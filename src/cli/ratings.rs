//! `oddsboard ratings LOG…`: per unit type and trait, REML estimates of the
//! mean, a unit's spread, the shared share ρ and the measurement sd from the
//! `observed` events of many logs (see `report::ratings`); a table by
//! default, `--yaml` a `unit_types` block for an incident file, `--json` one
//! document.

use super::CliResult;
use super::input::read_log_reporting;
use crate::report::ratings::{Rating, RatingsData, ratings};
use crate::safety;
use serde::Serialize;
use std::collections::BTreeMap;
use std::path::PathBuf;

#[derive(Debug, clap::Args)]
pub struct Args {
    /// The logs to learn from (each one incident).
    #[arg(required = true)]
    pub logs: Vec<PathBuf>,
    /// Print a `unit_types` block an incident file can take.
    #[arg(long, conflicts_with = "json")]
    pub yaml: bool,
    /// Print one JSON document.
    #[arg(long)]
    pub json: bool,
}

#[derive(Serialize)]
struct Doc<'a> {
    ratings: &'a [Rating],
    logs: usize,
    cautions: &'static [&'static str],
}

/// A number for people and for YAML: about four significant figures.
fn num(v: f64) -> String {
    let a = v.abs();
    let d = if a >= 1000.0 {
        0
    } else if a >= 100.0 {
        1
    } else if a >= 10.0 {
        2
    } else {
        3
    };
    let s = format!("{v:.d$}");
    if s.contains('.') {
        s.trim_end_matches('0').trim_end_matches('.').to_string()
    } else {
        s
    }
}

pub fn run(args: Args) -> CliResult {
    let mut data = RatingsData::default();
    for log in &args.logs {
        let (_, contents) = read_log_reporting(log)?;
        let name = log.display().to_string();
        data.add_log(&name, &contents.records)
            .map_err(|e| e.in_file(&name))?;
    }
    let est = ratings(&data);
    if args.json {
        return super::json::print_pretty(&Doc {
            ratings: &est,
            logs: args.logs.len(),
            cautions: &safety::CAUTIONS,
        });
    }
    if est.is_empty() {
        println!(
            "No field readings (`observed` events) in {} logs: nothing to estimate.",
            args.logs.len()
        );
        return Ok(());
    }
    if args.yaml {
        print!("{}", yaml_block(&est, args.logs.len()));
        return Ok(());
    }
    let mut out = format!(
        "Ratings from the field readings of {} logs (REML; 95 % intervals)\n\n",
        args.logs.len()
    );
    out.push_str(&format!(
        "  {:<10} {:<10} {:>22} {:>22} {:>18} {:>22} {:>5} {:>5} {:>5}\n",
        "type", "trait", "mean", "sd", "rho", "measurement sd", "obs", "units", "inc."
    ));
    let iv = |e: crate::report::ratings::Estimate| {
        format!("{} ({}–{})", num(e.value), num(e.low), num(e.high))
    };
    for r in &est {
        out.push_str(&format!(
            "  {:<10} {:<10} {:>22} {:>22} {:>18} {:>22} {:>5} {:>5} {:>5}\n",
            r.unit_type,
            r.trait_id,
            iv(r.intervals.mean),
            iv(r.intervals.sd),
            iv(r.intervals.rho),
            iv(r.intervals.measurement_sd),
            r.observations,
            r.units,
            r.incidents
        ));
        for w in &r.warnings {
            out.push_str(&format!("    ! {} {}: {w}\n", r.unit_type, r.trait_id));
        }
    }
    out.push_str(&format!(
        "\nCaution: {}\n",
        super::render::wrap(
            "ratings learned from past incidents describe those incidents; check them against the crews' knowledge before an incident file uses them.",
            79,
            ""
        )
        .trim_end()
    ));
    print!("{out}");
    Ok(())
}

/// The `unit_types` block: one rho per type (the readings-weighted mean of
/// its traits' estimates, each listed in a comment) and the traits' means and
/// sds; measurement sds go in a comment for the `traits` section.
fn yaml_block(est: &[Rating], logs: usize) -> String {
    let mut by_type: BTreeMap<&str, Vec<&Rating>> = BTreeMap::new();
    for r in est {
        by_type.entry(&r.unit_type).or_default().push(r);
    }
    let mut out =
        format!("# Estimated by `oddsboard ratings` from {logs} logs (REML). Check before use.\n");
    for r in est {
        out.push_str(&format!(
            "# traits: {} measurement_sd ≈ {} (from {} readings)\n",
            r.trait_id,
            num(r.measurement_sd),
            r.observations
        ));
    }
    out.push_str("unit_types:\n");
    for (ty, rs) in by_type {
        let n: usize = rs.iter().map(|r| r.observations).sum();
        let rho = rs
            .iter()
            .map(|r| r.rho * r.observations as f64)
            .sum::<f64>()
            / n.max(1) as f64;
        out.push_str(&format!("  - id: {ty}\n"));
        let per: Vec<String> = rs
            .iter()
            .map(|r| format!("{} {}", r.trait_id, num(r.rho)))
            .collect();
        out.push_str(&format!(
            "    rho: {}   # per trait: {}\n",
            num(rho.clamp(0.0, 1.0)),
            per.join(", ")
        ));
        out.push_str("    traits:\n");
        for r in rs {
            out.push_str(&format!(
                "      {}: {{ mean: {}, sd: {} }}\n",
                r.trait_id,
                num(r.mean.max(0.0)),
                num(r.sd)
            ));
        }
    }
    out
}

━━━━━━━━

▶ **Work to complete**: Return all lines from the data above with "observed" in them.

▶ **Result for this task**:
//! `observed` events of many logs (see `report::ratings`); a table by
            "No field readings (`observed` events) in {} logs: nothing to estimate.",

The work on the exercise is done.